Guðmundsson’s love of the art of the album is also more pronounced here than ever before, almost every single track tied together by the particularly unifying use of triplet rhythms in combination with 4/4 beats, beguiling hushed vocals and enveloping, molten dub bass tones. Combined with a typical dedication to sound design and production, “Faded Photographs” is rendered an utterly seamless experience, demanding to be heard as a whole.

Frequent collaborator and breathy tone saxophonist Óskar Guðjónsson returns, crooning just as emotionally on “What Have You Done” as do vocal duet Benoit Pioulard (who also co-writes here) and Bandreas, then later melancholically on the contemplative “The Way You Say My Name” and the closing “My Own Worth.” Pablo Hopenhayn also returns to provide yearning strings on the achingly melancholic instrumental opener “The Downpour” and later on the tense duet “The Serpent.”

Guðmundsson’s own whispered vocals also make a welcome return, often in duet with the mysterious, angelic Bandreas or the silky, intimate Saint Sinner.
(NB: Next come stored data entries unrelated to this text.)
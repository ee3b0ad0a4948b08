import type { Acceptance } from '../contract/edition-content.js';
import type { Standing, TrialOutcome } from '../contract/vocabulary.js';

export interface TrialEvidence {
  readonly outcome: TrialOutcome;
  readonly figure: number | null;
  /** The author's own trial does not raise the standing. */
  readonly byAuthor: boolean;
}

/** Whether a trial's figure reaches the fix's acceptance figure; limits belong to it. */
export function passesAcceptance(figure: number, acceptance: Acceptance): boolean {
  return acceptance.comparison === 'at-most' ? figure <= acceptance.value : figure >= acceptance.value;
}

/**
 * How far a fix is borne out: made right (the maker corrected the part), else measured (a trial that held has a figure
 * which passes the acceptance figure), else tried (somebody other than an author reported a trial), else told.
 */
export function standingOf(
  trials: readonly TrialEvidence[],
  acceptance: Acceptance | null,
  madeRight: boolean,
): Standing {
  if (madeRight) return 'made-right';
  const byOthers = trials.filter((trial) => !trial.byAuthor);
  const measured = byOthers.some(
    (trial) =>
      trial.outcome === 'held' &&
      trial.figure !== null &&
      acceptance !== null &&
      passesAcceptance(trial.figure, acceptance),
  );
  if (measured) return 'measured';
  return byOthers.length > 0 ? 'tried' : 'told';
}
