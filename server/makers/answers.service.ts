import type { Knex } from 'knex';
import type { ConcernedMaker, MakerAnswer, MakerSide } from '../../shared/contract/makers.js';
import type { RichText } from '../../shared/contract/write-ups.js';
import { toPlainText } from '../text/render-text.js';
import type { AuditLog } from '../audit/audit.js';
import type { HardwareService } from '../hardware/hardware.js';
import { isModerator, type Caller, type MemberCaller } from '../http/caller.js';
import { FieldNotValid, NotAllowed, NotFound } from '../http/problems.js';
import { groupBy } from '../rows.js';
import type { Happenings } from '../watches/happenings.js';
import type { WriteUpService } from '../write-ups/write-ups.js';
import { partsBy, type Concerned, type ConcernedWriteUp } from './concerned.js';
import { makerAnswerStore as answers, type AnswerRow, type EarlierTextRow } from './maker-answer.store.js';
import { makerLetterStore as letters } from './maker-letter.store.js';
import { makerStore as makers, type MakerRow } from './maker.store.js';

export interface AnswerParts {
  readonly knex: Knex;
  readonly clock: () => Date;
  readonly concerned: Concerned;
  readonly hardware: HardwareService;
  readonly writeUps: WriteUpService;
  readonly renderText: (source: string) => RichText;
  readonly audit: AuditLog;
  readonly happenings: Happenings;
}

export type AnswerService = ReturnType<typeof createAnswerService>;

/** What makers say on write-ups about their parts. */
export function createAnswerService(around: AnswerParts) {
  const { knex, clock, concerned, hardware, writeUps, renderText, audit, happenings } = around;

  return {
    /** Everything a write-up's page shows of the makers of its parts. */
    async readSide(caller: Caller, slug: string): Promise<MakerSide> {
      const writeUp = await concerned.writeUpAt(slug);
      const makerIds = [...new Set([...writeUp.parts.values()].map(({ maker }) => maker.id))];
      const [rows, found, shown, revisions, sent, spokenFor, authors] = await Promise.all([
        makers.byIds(knex, makerIds),
        answers.shown(knex, writeUp.id),
        earlierBy(writeUp.id),
        hardware.revisionsByPartIds([...writeUp.parts.keys()]),
        letters.of(knex, writeUp.id),
        caller.accountId === null ? ([] as number[]) : makers.spokenFor(knex, caller.accountId),
        writeUps.authorIdsOf(knex, writeUp.id),
      ]);
      const byId = new Map(rows.map((row) => [row.id, row]));
      return {
        answers: found.flatMap((row) => {
          const maker = byId.get(row.makerId);
          return maker ? [toAnswer(row, maker, shown.get(row.id) ?? [])] : [];
        }),
        makers: rows.map((row): ConcernedMaker => ({
          maker: refOf(row),
          iSpeak: spokenFor.includes(row.id),
          parts: partsBy(writeUp, row.id).map((part) => ({
            ...part,
            revisions: revisions.get(part.id) ?? [],
          })),
          canBeTold: row.contactAddress !== null,
          letters: sent
            .filter(({ makerId }) => makerId === row.id)
            .map(({ accountId, displayName, sentAt }) => ({
              person: { id: accountId, displayName },
              sentAt: sentAt.toISOString(),
            })),
        })),
        mayTell: isModerator(caller) || (caller.accountId !== null && authors.includes(caller.accountId)),
      };
    },

    /** Says it, or says it otherwise; the text before is kept. Saying the same again changes nothing. */
    async put(caller: MemberCaller, slug: string, makerSlug: string, text: string): Promise<MakerAnswer> {
      const { writeUp, maker } = await concerned.makerIn(slug, makerSlug);
      await concerned.demandSpeaker(knex, caller.accountId, maker);
      if (text.trim() === '') throw new FieldNotValid('text', 'says nothing', 'Write the answer first.');
      return knex.transaction(async (trx) => {
        await writeUps.holdWriteUp(trx, writeUp.id);
        const before = await answers.of(trx, maker.id, writeUp.id);
        if (before?.source === text) await answers.showAgain(trx, before.id);
        else await say(trx, caller.accountId, writeUp, maker, before, text);
        const now = (await answers.of(trx, maker.id, writeUp.id))!;
        return toAnswer(now, maker, await answers.earlierTexts(trx, [now.id]));
      });
    },

    /** Not shown from now on; nothing is deleted. A moderator who does not speak for the maker gives a reason. */
    async takeBack(caller: MemberCaller, slug: string, makerSlug: string, reason: string): Promise<void> {
      const { writeUp, maker } = await concerned.makerIn(slug, makerSlug);
      const own = await makers.speaks(knex, caller.accountId, maker.id);
      if (!own && !isModerator(caller))
        throw new NotAllowed(`You do not speak for ${maker.name}.`, 'Ask a moderator.');
      if (!own && reason.length < 10)
        throw new FieldNotValid('reason', 'takes at least 10 characters', 'Say why it is taken back.');
      await knex.transaction(async (trx) => {
        await writeUps.holdWriteUp(trx, writeUp.id);
        const answer = await answers.of(trx, maker.id, writeUp.id);
        if (!answer || answer.takenBackAt)
          throw new NotFound('The maker has said nothing here.', 'Read the page again.');
        await answers.takeBack(trx, answer.id, clock());
        await note(trx, caller.accountId, 'maker-answer-taken-back', writeUp, maker, reason);
      });
    },
  };

  async function say(
    trx: Knex,
    accountId: number,
    writeUp: ConcernedWriteUp,
    maker: MakerRow,
    before: AnswerRow | undefined,
    source: string,
  ): Promise<void> {
    const at = clock();
    if (before) await answers.change(trx, before, { source, accountId, at });
    else await answers.add(trx, { makerId: maker.id, writeUpId: writeUp.id, source, accountId, at });
    await note(trx, accountId, before ? 'maker-answer-changed' : 'maker-answered', writeUp, maker);
    await happenings.add(trx, {
      kind: 'maker-answered',
      key: `maker-answered:${maker.id}:${writeUp.id}:${at.getTime()}`,
      title: `${maker.name} ${before ? 'changed its answer' : 'answered'} on “${writeUp.content.title}”`,
      text: toPlainText(renderText(source).html),
      path: `/write-ups/${writeUp.slug}`,
      actorId: accountId,
      about: { writeUps: [writeUp.id], parts: partsBy(writeUp, maker.id).map((part) => part.id) },
    });
  }

  async function note(
    trx: Knex,
    actorId: number,
    action: string,
    writeUp: ConcernedWriteUp,
    maker: MakerRow,
    reason = '',
  ): Promise<void> {
    await audit.note(trx, {
      actorId,
      action,
      subject: { kind: 'write-up', id: writeUp.id, name: writeUp.content.title },
      reason,
      details: { maker: maker.slug },
    });
  }

  async function earlierBy(writeUpId: number): Promise<Map<number, EarlierTextRow[]>> {
    const shown = await answers.shown(knex, writeUpId);
    const ids = shown.map((row) => row.id);
    return groupBy(await answers.earlierTexts(knex, ids), (row) => row.answerId);
  }

  function toAnswer(row: AnswerRow, maker: MakerRow, earlier: readonly EarlierTextRow[]): MakerAnswer {
    return {
      maker: refOf(maker),
      text: renderText(row.source),
      person: { id: row.accountId, displayName: row.displayName },
      createdAt: row.createdAt.toISOString(),
      changedAt: row.changedAt.toISOString(),
      earlier: earlier.map(({ source, from, to }) => ({
        text: renderText(source),
        from: from.toISOString(),
        to: to.toISOString(),
      })),
    };
  }
}

function refOf({ id, slug, name }: MakerRow): MakerAnswer['maker'] {
  return { id, slug, name };
}
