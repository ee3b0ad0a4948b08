import { family, type QuestionFamily } from './family.js';

/** Brackets, plates, rings, feet and clamps. */
export const bracketQuestions: readonly QuestionFamily[] = [
  family('m2-screws-do-not-line-up-with-the-motor-plate', {
    titles: [
      'M2 and the motor plate: holes are on another circle',
      'Only two of four screws go in',
      'Bolt circle of the motor plate, 31 or 33?',
    ],
    notices: [
      'Two screws catch, the other two stand a millimetre beside their holes.',
      'The plate is square on the motor only with all screws out.',
    ],
    tried: [
      'Thinner screws would go in, but hold nothing.',
      'I have asked for another plate and got the same one.',
    ],
    answers: {
      'slot-the-four-holes':
        'Slot each hole outwards by a millimetre with a round file, plate clamped and off the motor. All four screws then hold.',
      'plate-rev-c-with-slots': 'The later plate has slots from the start. I changed mine, five minutes.',
    },
    asides: ['What is stamped on the back of the motor? They changed the circle without a word.'],
  }),
  family('m1-rigid-bracket-rocks-on-the-wren-60-tube', {
    titles: [
      'Rigid bracket rocks on the tube of the Wren 60',
      'Saddle of the M1 bracket touches only in the middle',
      'Backlash changes when I lean on the motor',
    ],
    notices: [
      'A sheet of paper goes in under both edges and not in the middle.',
      'The focuser’s play is different with the telescope pointing up.',
    ],
    tried: ['Tightening the straps bends it down and it springs back.', 'Double tape was soft in the sun.'],
    answers: {
      'cork-strips-at-the-edges':
        'Two strips of cork along the edges, half a millimetre thick when pressed, and it stands on four places instead of one line.',
      'bracket-rev-b-lined': 'The later bracket is lined and has the right radius.',
    },
    asides: ['Measure the tube, there were some with paint a tenth thicker.'],
  }),
  family('m1-cable-outlet-hits-the-tube-ring', {
    titles: [
      'Plug of the M1 does not go past the tube ring',
      'Where to lead the cable of the M1 on a short tube',
      'Motor sits where the ring hinge is',
    ],
    notices: [
      'The plug needs more room than there is up to the hinge.',
      'With the cable bent over, focus moves when the cable does.',
    ],
    tried: [
      'An angled plug is still four millimetres too long.',
      'The ring cannot be turned, the dovetail is on it.',
    ],
    answers: {
      'turn-the-motor-a-quarter':
        'Four screws out, motor a quarter round, screws in: the outlet then points along the tube.',
      'ring-forward-by-14':
        'Move the ring forward by a finger’s breadth. Balance has to be done again, nothing else.',
    },
    asides: ['Keep a loop in the cable whatever you do.'],
  }),
  family('rack-2-drawtube-slides-when-pointing-up', {
    titles: [
      'Drawtube of the Rack 2 slides when pointing up',
      'Camera sinks by itself, motor holds its number',
      'How tight may the brake screws be?',
    ],
    notices: [
      'In ten minutes near the zenith the best position is off by eighty micrometres.',
      'The motor says it has not moved, a mark on the tube says otherwise.',
      'With the light camera nothing moves.',
    ],
    tried: ['Tightening one screw tilts the tube.', 'Moving the counterweight does not change it.'],
    answers: {
      'brake-screws-in-pairs':
        'In pairs and by an eighth of a turn, weighing the pull after each. Stop when it holds your camera and a bit.',
      'clean-the-drive-shaft':
        'There was oil on the drive shaft. Wiped with alcohol it has held since without the brake.',
    },
    asides: [
      'What does the camera weigh with everything on it? Give the pull along the tube in newtons if you can.',
    ],
  }),
  family('m1-rigid-bracket-lip-bottoms-in-the-shallow-recess', {
    titles: [
      'Lip of the rigid bracket bottoms in the older M1',
      'A hair of light all round under the bracket',
      'Is the recess of my M1 shallower than others?',
    ],
    notices: [
      'It goes in easily and stops before the faces meet.',
      'Light shows under the plate on every side.',
    ],
    tried: ['Tightening harder bows the plate.', 'No burr that I could find.'],
    answers: {
      'shim-washers-on-the-screws':
        'A thin washer on each screw between the faces: the lip hangs free and the plate rests on four places.',
      'rub-the-lip-down':
        'Four tenths off the lip on wet paper on glass, measured often. It is plastic and goes quickly.',
    },
    asides: ['Depth of the recess and height of the lip, please, both from the same face.'],
  }),
  family('guide-foot-n2-is-loose-in-the-finder-shoe', {
    titles: [
      'Guide foot N2 wobbles in its shoe',
      'Stars trail although the guiding graph is flat',
      'One millimetre of play in the finder shoe',
    ],
    notices: [
      'I can roll the guide scope by hand with the screw tight.',
      'Half an hour is fine, an hour is not, and the frames move along one line.',
    ],
    tried: ['A second screw would need a hole.', 'Paper held until the dew came.'],
    answers: {
      'brass-strip-beside-the-foot':
        'A strip of brass beside the foot, opposite the screw, as thick as the play. It does not swell as card does.',
      'foot-rev-c': 'The newer foot is the full width. Mine has not moved in a year.',
    },
    asides: ['Tap it while looking at the guide star: if that jumps you have it.'],
  }),
  family('stars-are-triangular-in-ring-clamp-70', {
    titles: [
      'Triangular stars since the ring clamp went on',
      'How tight may ring clamp 70 be?',
      'Spikes at 120 degrees, only when it is cold',
    ],
    notices: [
      'All over the field, and gone when I loosen the clamp by half a turn.',
      'Warm it looks round, at zero it is a triangle.',
    ],
    tried: ['Looser and the tube slides.', 'Turning the tube turns the triangle with the clamp.'],
    answers: {
      'three-cork-pads':
        'Three pads of cork where the clamp bears; it gives in the cold what the metal does not.',
      'move-clamp-off-the-lens': 'As far from the lens cell as the balance allows. Four centimetres did it.',
    },
    asides: ['Is the cell near the clamp? Then it is not the tightness alone.'],
  }),
  family('heron-72-bar-touches-the-dovetail-clamp-at-its-edge', {
    titles: [
      'Bar of the Heron 72 sits on its edge in the clamp',
      'Dovetail bar creeps however hard I clamp',
      'Seventy-five degrees in a sixty degree saddle?',
    ],
    notices: [
      'Blue dye shows one thin line along the edge.',
      'After a slew to the other side the star is somewhere else.',
    ],
    tried: ['More force marks the bar.', 'Sandpaper between them was worse.'],
    answers: {
      'clamp-rev-c-swivels': 'The newer clamp has a jaw that swivels to the flank; the line became a face.',
      'wedge-strip-of-15-degrees':
        'I printed a strip with the fifteen degrees between them, dense, along the whole jaw.',
    },
    asides: ['Which flank does the bar have? There are both on the market under one name.'],
  }),
  family('guide-scope-30-sags-between-its-rings', {
    titles: [
      'Guide scope 30 sags between its screws',
      'A third of a minute of arc per hour between guider and telescope',
      'Differential flexure or polar error, how to tell',
    ],
    notices: [
      'The drift turns with the telescope’s position, so it is not the axis.',
      'With two fingers I can push the scope against its plastic screws.',
    ],
    tried: ['New screws of nylon gave the same.', 'A second ring has no room.'],
    answers: {
      'printed-collar-in-the-ring':
        'A printed collar instead of the three screws: it holds all round and the drift went below what I can measure.',
      'scope-rev-c-solid-ring': 'The solid ring of the later one is worth it if you are buying anyway.',
    },
    asides: [
      'Take two frames an hour apart on each side of the meridian; if the drift changes sign it sags.',
    ],
  }),
  family('guide-foot-holes-do-not-match-the-tube-ring', {
    titles: [
      'Holes of the guide foot are a millimetre off',
      'Guide foot on tube ring 70: one screw only?',
      'Spacing 34 against 35',
    ],
    notices: [
      'One screw goes in straight, the other starts at a slant.',
      'With one screw alone it turns when I touch the scope.',
    ],
    tried: ['Smaller screws rattle.', 'I can force it, but I would rather not.'],
    answers: {
      'slot-one-hole': 'Slot one of the two by a millimetre towards the middle and use a washer.',
      'foot-rev-c-with-inserts': 'There is a later foot with inserts at the right spacing.',
    },
    asides: ['Not by force: the thread in the ring is the dearer part.'],
  }),
  family('saddle-riser-takes-the-room-of-the-focus-motor', {
    titles: [
      'Focus motor meets the saddle riser',
      'Four millimetres short of focus since the riser',
      'Motor stalls against the riser at the end of travel',
    ],
    notices: [
      'The last millimetres of travel are gone because the motor’s corner touches.',
      'It stalls at the same number each time, with a dent in the paint to match.',
    ],
    tried: [
      'Turning the whole telescope in its rings puts the finder below.',
      'A thinner riser is too low for the clutch.',
    ],
    answers: {
      'motor-at-four-oclock':
        'Turn the bracket until the motor hangs at four o’clock; it passes the riser then.',
      'riser-forward-6-mm': 'Move the riser forward by six millimetres, there are holes for it.',
    },
    asides: ['How much travel is missing? Below two millimetres an extension behind does it as well.'],
  }),
  family('tube-slides-in-tube-ring-70-with-three-strips', {
    titles: [
      'Tube slides in tube ring 70',
      'Felt of the rings is worn, or was it always this thin?',
      'Telescope slips down in its rings overnight',
    ],
    notices: [
      'By morning it has moved by the breadth of the label.',
      'The rings are closed until they touch and the tube still turns.',
    ],
    tried: ['Talc was a mistake.', 'Rubber grips but sticks to the paint.'],
    answers: {
      'card-under-the-felt':
        'A strip of card under each felt, as thick as the play divided by two. Nobody sees it and it holds.',
    },
    asides: ['Three strips or full felt inside? Those with three are from the second batch.'],
  }),
];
Helped along by subtle but familiar references to his previous work, like the soft summer rains of “Rigning” or lyrical callbacks in “A Wicked Joke” recalling “Bright Moonlit Sky,” all these elements and collaborators become so much a part of the warp and weft of the overall sonic palette they feel omnipresent.

Written and produced when we had become more distant and disconnected from one another than ever before, “Faded Photographs” brings together and showcases an ensemble of artists in a spirit of collaboration that flies in the face of adversity, a true product of its time.